De rechtbank overweegt dat op grond van de artikelen 8:75 en 8:75a van de Algemene wet bestuursrecht (Awb) en het Besluit proceskosten bestuursrecht (Bpb) een partij de proceskosten van de tegenpartij kan laten betalen. Echter, alleen kosten gemaakt door een professionele (juridische) hulpverlener komen voor vergoeding in aanmerking. Verzoekster heeft niet aangetoond dat zij een advocaat of beroepsmatig rechtsbijstandverlener heeft ingeschakeld, en de rechtbank concludeert dat er geen proceskosten zijn gemaakt die voor vergoeding in aanmerking komen.

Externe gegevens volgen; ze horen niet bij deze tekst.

import { mkdtempSync, rmSync, writeFileSync } from 'node:fs';
import { tmpdir } from 'node:os';
import { join } from 'node:path';
import { afterAll, beforeAll, describe, expect, it } from 'vitest';
import { runCommandLine } from '../../src/cli/run.js';
import { displayWidth } from '../../src/presentation/layout.js';

let folder: string;
let stage: string;
beforeAll(() => {
  folder = mkdtempSync(join(tmpdir(), 'railfit-predict-'));
  stage = join(folder, 'stage.yaml');
  writeFileSync(stage, 'topology: non-inverting\nsupply: 5 V\ngain: 8\nsignal: {input: 25 mV..330 mV, frequency: 2 kHz}\nlimits: {settling: {within: 20 µs, to: 0.1 %}}\n');
});
afterAll(() => { rmSync(folder, { recursive: true, force: true }); });

const [ONE, OTHER] = ['GX-CMOS-10M-RRIO', 'GX-NANO'];

async function railfit(words: readonly string[], columns = '100'): Promise<{ exit: number; stdout: string; stderr: string }> {
  const text = { stdout: '', stderr: '' };
  const stream = { isTTY: false, columns: undefined };
  const env = { LANG: 'C.UTF-8', COLUMNS: columns, RAILFIT_CATALOG: join(folder, 'catalog.sqlite') };
  const exit = await runCommandLine(words, { env, stdout: stream, stderr: stream, write: (to, more) => { text[to] += more; } });
  return { exit, ...text };
}

describe('railfit predict', { timeout: 60_000 }, () => {
  it('tells both outcomes beside what is asked, and what the model does not have', async () => {
    const { exit, stdout } = await railfit(['predict', ONE, stage]);
    expect(exit).toBe(0);
    expect(stdout).toMatch(/^GX-CMOS-10M-RRIO \(generic set\) in the stage, predicted, not judged\.$/mu);
    expect(stdout).toMatch(/^ settling time +at most 20 µs +\d+(?:\.\d+)? [nµ]s +\d+(?:\.\d+)? [nµ]s$/mu);
    expect(stdout).toContain('Limits of the model');
  });

  it('puts two parts side by side, spelled either way', async () => {
    const [one, other] = [await railfit(['predict', ONE, '--compare', OTHER, stage]), await railfit(['predict', '--compare', OTHER, ONE, stage])];
    expect(one.stdout).toBe(other.stdout);
    expect(one.stdout).toContain(`${ONE} (generic set) and ${OTHER} (generic set) in the stage`);
    const compared = JSON.parse((await railfit(['predict', ONE, '--compare', OTHER, stage, '--json'])).stdout) as { part: { id: string }; compared: { part: { id: string } } };
    expect([compared.part.id, compared.compared.part.id]).toEqual([ONE, OTHER]);
  });

  it('--csv is the waveform', async () => {
    const { stdout } = await railfit(['predict', ONE, stage, '--csv']);
    const [head, ...rows] = stdout.trimEnd().split('\r\n');
    expect(head).toBe('t (s),ideal (V),typical (V),worst (V)');
    expect(rows).toHaveLength(257);
    expect(rows.at(-1)!.split(',').map(Number)[0]).toBeCloseTo(0.5e-3, 6);
  });

  it('refuses by name a part that is not there, all at once, and a part that was forgotten', async () => {
    const { exit, stderr } = await railfit(['predict', 'GX-NAN', '--compare', 'GX-NOPE', stage]);
    expect(exit).toBe(2);
    expect(stderr).toContain('no part GX-NAN in the catalog');
    expect(stderr).toContain('no part GX-NOPE in the catalog');
    expect((await railfit(['predict', stage])).stderr).toContain('predict: no PART');
  });

  it.each([40, 60, 80, 100])('keeps to %d columns', async (columns) => {
    const { stdout } = await railfit(['predict', ONE, stage, '--ascii'], String(columns));
    const wide = stdout.split('\n').filter((line) => displayWidth(line) > columns && line.trim().includes(' ') && !line.includes(folder));
    expect(wide).toEqual([]);
    expect(stdout).toMatch(/^\p{ASCII}*$/u);
  });

  it('explain uses it where a check has no closed form, and says so', async () => {
    const { stdout } = await railfit(['explain', OTHER, '--topology', 'integrator', '--supply', '5 V', '--reference', '2.5 V', '--input', '2..3 V', '--set', 'integrator.resistance=10 kΩ', '--set', 'integrator.capacitance=10 nF', '--set', 'integrator.window=100 µs', '--set', 'limits.settling.within=1 ms', '--set', 'limits.settling.to=1 %']);
    expect(stdout.replaceAll(/\s+/gu, ' ')).toContain('Predict predicted, not judged, since no closed form holds here. settling time: the output of this stage does not rest at a steady signal.');
    expect((await railfit(['explain', OTHER, stage])).stdout).not.toContain('Predict');
  });
});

De rechtbank beslist dat het verzoek om proceskostenvergoeding wordt afgewezen, maar dat de Belastingdienst wel het griffierecht aan verzoekster moet betalen, conform artikel 8:41 van de Awb. Deze uitspraak is gedaan door mr. V.E. van der Does, rechter, in aanwezigheid van N.J.R. Kalaykhan, griffier. Vanwege coronamaatregelen is de uitspraak niet openbaar uitgesproken, maar zal dit alsnog gebeuren zodra dat weer mogelijk is.

Uitspraak

RECHTBANK MIDDEN-NEDERLAND

Zittingsplaats Utrecht
Bestuursrecht
zaaknummer: UTR 20/682

uitspraak van de enkelvoudige kamer van 19 juni 2020 in de zaak tussen

[verzoekster] , te [woonplaats] , verzoekster,

en

de Belastingdienst / Toeslagen, verweerder.

Procesverloop

Deze uitspraak gaat over het verzoek van verzoekster om vergoeding van haar proceskosten.
Verweerder heeft op 14 april 2020 gereageerd op dit verzoek.

Overwegingen

1. Verweerder heeft op 23 december 2019 een besluit genomen. Verzoekster is hiertegen in beroep gegaan. Op 25 maart 2020 heeft verweerder medegedeeld dat hij terugkomt op het besluit van 23 december 2019 en dat hij dit besluit intrekt. Verweerder heeft dus gedaan wat verzoekster wilde. Verzoekster heeft daarna het beroep ingetrokken en een vergoeding gevraagd voor haar proceskosten.
2. De rechtbank kan een partij de proceskosten van de tegenpartij laten betalen (artikel 8:75 en 8:75a van de Algemene wet bestuursrecht (Awb) en het Besluit proceskosten bestuursrecht (Bpb)).
3. Alleen de kosten die gemaakt zijn door een professionele (juridische) hulpverlener kunnen worden vergoed. Door verzoekster is niet aannemelijk gemaakt dat verzoekster een advocaat of een beroepsmatig rechtsbijstandverlener heeft aan wie zij een vergoeding verschuldigd is voor hulp in deze procedure. De rechtbank stelt vast dat geen van de proceshandelingen in beroep is verricht door een beroepsmatig rechtsbijstandverlener. Het is de rechtbank dan ook niet gebleken dat verzoekster in beroep proceskosten heeft gemaakt die op grond van het Bpb voor vergoeding in aanmerking komen.
4. Verweerder moet wel het griffierecht aan verzoekster betalen (artikel 8:41 van de Awb).

Beslissing

De rechtbank wijst het verzoek af.
Deze uitspraak is gedaan op 19 juni 2020 door mr. V.E. van der Does, rechter, in aanwezigheid van N.J.R. Kalaykhan, griffier
.Als gevolg van maatregelen rondom het coronavirus is deze uitspraak niet uitgesproken op een openbare uitsprakenzitting. Zodra het openbaar uitspreken weer mogelijk is, wordt deze uitspraak, voor zover nodig, alsnog in het openbaar uitgesproken.
griffier rechter
Afschrift verzonden aan partijen op:

Bent u het niet eens met deze uitspraak?

Als u het niet eens bent met deze uitspraak kunt u een brief sturen naar de rechtbank waarin u uitlegt waarom u het er niet mee eens bent. Dit heet een verzetschrift. U moet dit verzetschrift indienen binnen zes weken na de dag waarop deze uitspraak is verzonden. U ziet deze datum op de stempel die hierboven staat. Als u graag een zitting wilt waarbij u persoonlijk uw mening aan de rechter kunt geven, kunt u dit in uw verzetschrift aangeven.